** Source data follows **

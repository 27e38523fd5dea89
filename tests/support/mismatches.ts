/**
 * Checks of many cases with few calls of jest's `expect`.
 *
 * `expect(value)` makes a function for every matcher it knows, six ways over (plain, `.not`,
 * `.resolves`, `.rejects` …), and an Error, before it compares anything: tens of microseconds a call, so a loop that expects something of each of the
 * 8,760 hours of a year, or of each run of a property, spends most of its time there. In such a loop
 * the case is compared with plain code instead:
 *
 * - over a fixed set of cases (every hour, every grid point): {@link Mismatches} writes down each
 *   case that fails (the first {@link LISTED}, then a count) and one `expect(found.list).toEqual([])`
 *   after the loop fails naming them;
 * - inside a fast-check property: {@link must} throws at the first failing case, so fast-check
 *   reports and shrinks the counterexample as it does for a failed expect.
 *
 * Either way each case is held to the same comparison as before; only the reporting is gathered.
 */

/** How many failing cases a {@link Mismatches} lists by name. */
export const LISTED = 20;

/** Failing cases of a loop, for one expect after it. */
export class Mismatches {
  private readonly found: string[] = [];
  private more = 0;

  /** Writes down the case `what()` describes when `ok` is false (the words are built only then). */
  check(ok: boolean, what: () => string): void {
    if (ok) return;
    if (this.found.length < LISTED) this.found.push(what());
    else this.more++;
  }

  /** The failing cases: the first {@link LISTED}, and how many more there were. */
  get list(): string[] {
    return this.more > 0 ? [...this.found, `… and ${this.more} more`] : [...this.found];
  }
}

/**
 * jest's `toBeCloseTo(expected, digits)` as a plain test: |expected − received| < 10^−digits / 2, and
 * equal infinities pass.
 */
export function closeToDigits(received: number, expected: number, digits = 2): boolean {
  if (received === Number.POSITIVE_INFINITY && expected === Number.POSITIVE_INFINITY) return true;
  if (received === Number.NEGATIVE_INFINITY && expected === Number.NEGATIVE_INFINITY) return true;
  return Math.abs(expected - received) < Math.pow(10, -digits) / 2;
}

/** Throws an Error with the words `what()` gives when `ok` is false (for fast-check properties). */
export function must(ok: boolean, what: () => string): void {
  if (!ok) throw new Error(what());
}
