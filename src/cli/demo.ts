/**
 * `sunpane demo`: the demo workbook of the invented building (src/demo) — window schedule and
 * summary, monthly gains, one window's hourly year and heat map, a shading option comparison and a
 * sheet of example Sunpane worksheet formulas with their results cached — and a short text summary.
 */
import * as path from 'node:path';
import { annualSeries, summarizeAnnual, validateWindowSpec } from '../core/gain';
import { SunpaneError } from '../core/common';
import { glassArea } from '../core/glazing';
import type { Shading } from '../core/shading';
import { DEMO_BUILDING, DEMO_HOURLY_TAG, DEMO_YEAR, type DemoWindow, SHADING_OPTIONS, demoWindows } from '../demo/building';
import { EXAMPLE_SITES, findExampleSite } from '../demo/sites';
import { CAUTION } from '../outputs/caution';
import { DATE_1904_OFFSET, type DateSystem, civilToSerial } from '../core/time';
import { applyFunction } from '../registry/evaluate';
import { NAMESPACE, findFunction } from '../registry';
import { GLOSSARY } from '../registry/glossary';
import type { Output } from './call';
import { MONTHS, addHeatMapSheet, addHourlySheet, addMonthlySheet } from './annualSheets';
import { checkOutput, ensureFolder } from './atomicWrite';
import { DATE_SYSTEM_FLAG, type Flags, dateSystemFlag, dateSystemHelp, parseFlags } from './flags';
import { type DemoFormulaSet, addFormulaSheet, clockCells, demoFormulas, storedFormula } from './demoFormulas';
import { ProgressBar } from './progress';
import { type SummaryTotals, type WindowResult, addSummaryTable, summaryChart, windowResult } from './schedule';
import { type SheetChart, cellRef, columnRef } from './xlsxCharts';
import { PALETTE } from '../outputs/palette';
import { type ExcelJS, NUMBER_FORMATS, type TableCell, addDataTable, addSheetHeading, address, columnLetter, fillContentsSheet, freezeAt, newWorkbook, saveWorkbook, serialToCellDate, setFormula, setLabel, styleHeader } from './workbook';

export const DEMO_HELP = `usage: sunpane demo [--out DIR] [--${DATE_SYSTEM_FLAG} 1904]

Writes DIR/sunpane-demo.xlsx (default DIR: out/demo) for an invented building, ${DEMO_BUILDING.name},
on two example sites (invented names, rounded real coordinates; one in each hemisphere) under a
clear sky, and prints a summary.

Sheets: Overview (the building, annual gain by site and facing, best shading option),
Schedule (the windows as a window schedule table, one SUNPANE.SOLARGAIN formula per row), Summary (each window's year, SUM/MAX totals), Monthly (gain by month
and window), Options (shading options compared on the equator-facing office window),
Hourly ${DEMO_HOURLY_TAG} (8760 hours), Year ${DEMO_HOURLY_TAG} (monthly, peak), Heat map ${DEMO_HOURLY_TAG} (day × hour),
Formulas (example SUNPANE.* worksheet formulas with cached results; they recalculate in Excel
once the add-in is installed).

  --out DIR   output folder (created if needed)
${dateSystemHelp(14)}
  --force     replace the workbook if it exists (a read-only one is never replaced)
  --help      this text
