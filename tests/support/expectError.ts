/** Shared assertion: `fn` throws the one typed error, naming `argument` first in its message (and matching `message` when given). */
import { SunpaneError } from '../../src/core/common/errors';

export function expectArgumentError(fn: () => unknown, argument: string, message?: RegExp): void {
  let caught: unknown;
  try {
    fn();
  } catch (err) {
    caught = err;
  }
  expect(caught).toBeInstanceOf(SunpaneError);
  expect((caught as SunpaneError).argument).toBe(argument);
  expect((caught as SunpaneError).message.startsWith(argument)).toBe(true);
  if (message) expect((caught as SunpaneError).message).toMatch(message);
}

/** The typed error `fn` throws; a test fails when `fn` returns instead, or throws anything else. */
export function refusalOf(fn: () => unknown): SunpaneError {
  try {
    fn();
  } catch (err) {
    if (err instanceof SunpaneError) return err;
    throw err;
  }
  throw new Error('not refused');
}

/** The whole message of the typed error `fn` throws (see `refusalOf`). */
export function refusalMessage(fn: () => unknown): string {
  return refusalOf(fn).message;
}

** End of Source data **

## [Exercise aim]
Find "comparison" in the data above. Report each line where it appears.

## [Solution]
 * Either way each case is held to the same comparison as before; only the reporting is gathered.
 * summary, monthly gains, one window's hourly year and heat map, a shading option comparison and a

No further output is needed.